@pytest.mark.parametrize("pattern", list(PATTERNS))
def test_security_refresh_regions_do_not_depend_on_the_modeled_line_count(pattern: str) -> None:
    kw = {"workload__pattern": pattern, **PATTERNS[pattern]}
    a, b = (lifetime(None, write_rate_gbps=1.0, method="extrapolated", array__lines=n, array__capacity_gib=1.0,
                     workload__sizing="device_lines", workload__requests=4000, leveling__scheme="security_refresh",
                     leveling__region_lines=1024, **kw).summary for n in (256, 4096))
    assert a["lifetime_years"] > 0 and a["lifetime_leveling_scale"] == "device"
    assert b["lifetime_years"] == pytest.approx(a["lifetime_years"], rel=0.05)


def test_security_refresh_regions_agree_with_the_modeled_evaluation_at_one_line_per_device_line() -> None:
    # The same 4096-line device and hot region (64 lines, half the writes)
    # sized in device lines and as a share of the modeled lines, regions of
    # 256 lines (the modeled figure is checked against a replay in
    # tests/test_device_wear.py).  Within 3% (the spread of the weakest sampled line).
    cap = 4096 * 64 / 2**30
    common = dict(write_rate_gbps=1.0, method="extrapolated", array__lines=4096, array__capacity_gib=cap,
                  workload__pattern="hotspot", workload__hot_layout="contiguous", workload__hot_share=0.5,
                  leveling__scheme="security_refresh", leveling__region_lines=256, leveling__interval=4,
                  workload__read_fraction=0.0, lifetime__window_writes=400_000)
    a = lifetime(None, workload__sizing="device_lines", workload__hot_lines=64, **common).summary
    b = lifetime(None, workload__hot_fraction=64 / 4096, **common).summary
    assert b["lifetime_leveling_scale"] == "device"
    assert a["lifetime_years"] == pytest.approx(b["lifetime_years"], rel=0.03)


@pytest.mark.parametrize("pattern", ["hotspot", "zipf"])
def test_region_start_gap_agrees_with_the_modeled_evaluation_at_one_line_per_device_line(pattern: str) -> None:
    # Region Start-Gap (Qureshi et al., MICRO 2009) on a 4096-line device,
    # sized in device lines and as modeled lines one per device line (the
    # modeled figure is checked against a replay in tests/test_device_wear.py);
    # first death.  Within 3% (the spread of the weakest sampled line).
    cap = 4096 * 64 / 2**30
    common = dict(write_rate_gbps=1.0, method="extrapolated", array__lines=4096, array__capacity_gib=cap,
                  workload__pattern=pattern, workload__hot_layout="contiguous", workload__hot_share=0.5,
                  leveling__scheme="region_start_gap", leveling__psi=20, lifetime__capacity_loss=0.0,
                  workload__read_fraction=0.0, lifetime__window_writes=400_000)
    a = lifetime(None, workload__sizing="device_lines", workload__hot_lines=64, **common).summary
    b = lifetime(None, workload__hot_fraction=64 / 4096, **common).summary
    assert b["lifetime_leveling_scale"] == "device"
    assert a["lifetime_years"] == pytest.approx(b["lifetime_years"], rel=0.03)


def test_region_start_gap_uniform_is_psi_over_psi_plus_one_of_no_leveling() -> None:
    # Uniform traffic: each region's lines take its writes and one gap move
    # per psi of them, over n + 1 lines for n logical ones (Qureshi et al.,
    # MICRO 2009); n = 2^21 here, so psi / (psi + 1) of no leveling.
    none = _life(256, "none", "uniform")["lifetime_years"]
    rsg = _life(256, "region_start_gap", "uniform")["lifetime_years"]
    assert rsg / none == pytest.approx(100 / 101, rel=1e-3)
┄┄┄┄┄┄
● What you should do
Where the data above reaches the line holding "# 256 lines", begin printing, and stop after the line holding "# Uniform traffic: each". Each line must be reproduced exactly, with nothing else added.

● Reply
    # 256 lines (the modeled figure is checked against a replay in
    # tests/test_device_wear.py).  Within 3% (the spread of the weakest sampled line).
    cap = 4096 * 64 / 2**30
    common = dict(write_rate_gbps=1.0, method="extrapolated", array__lines=4096, array__capacity_gib=cap,
                  workload__pattern="hotspot", workload__hot_layout="contiguous", workload__hot_share=0.5,
                  leveling__scheme="security_refresh", leveling__region_lines=256, leveling__interval=4,
                  workload__read_fraction=0.0, lifetime__window_writes=400_000)
    a = lifetime(None, workload__sizing="device_lines", workload__hot_lines=64, **common).summary
    b = lifetime(None, workload__hot_fraction=64 / 4096, **common).summary
    assert b["lifetime_leveling_scale"] == "device"
    assert a["lifetime_years"] == pytest.approx(b["lifetime_years"], rel=0.03)


@pytest.mark.parametrize("pattern", ["hotspot", "zipf"])
def test_region_start_gap_agrees_with_the_modeled_evaluation_at_one_line_per_device_line(pattern: str) -> None:
    # Region Start-Gap (Qureshi et al., MICRO 2009) on a 4096-line device,
    # sized in device lines and as modeled lines one per device line (the
    # modeled figure is checked against a replay in tests/test_device_wear.py);
    # first death.  Within 3% (the spread of the weakest sampled line).
    cap = 4096 * 64 / 2**30
    common = dict(write_rate_gbps=1.0, method="extrapolated", array__lines=4096, array__capacity_gib=cap,
                  workload__pattern=pattern, workload__hot_layout="contiguous", workload__hot_share=0.5,
                  leveling__scheme="region_start_gap", leveling__psi=20, lifetime__capacity_loss=0.0,
                  workload__read_fraction=0.0, lifetime__window_writes=400_000)
    a = lifetime(None, workload__sizing="device_lines", workload__hot_lines=64, **common).summary
    b = lifetime(None, workload__hot_fraction=64 / 4096, **common).summary
    assert b["lifetime_leveling_scale"] == "device"
    assert a["lifetime_years"] == pytest.approx(b["lifetime_years"], rel=0.03)


def test_region_start_gap_uniform_is_psi_over_psi_plus_one_of_no_leveling() -> None:
    # Uniform traffic: each region's lines take its writes and one gap move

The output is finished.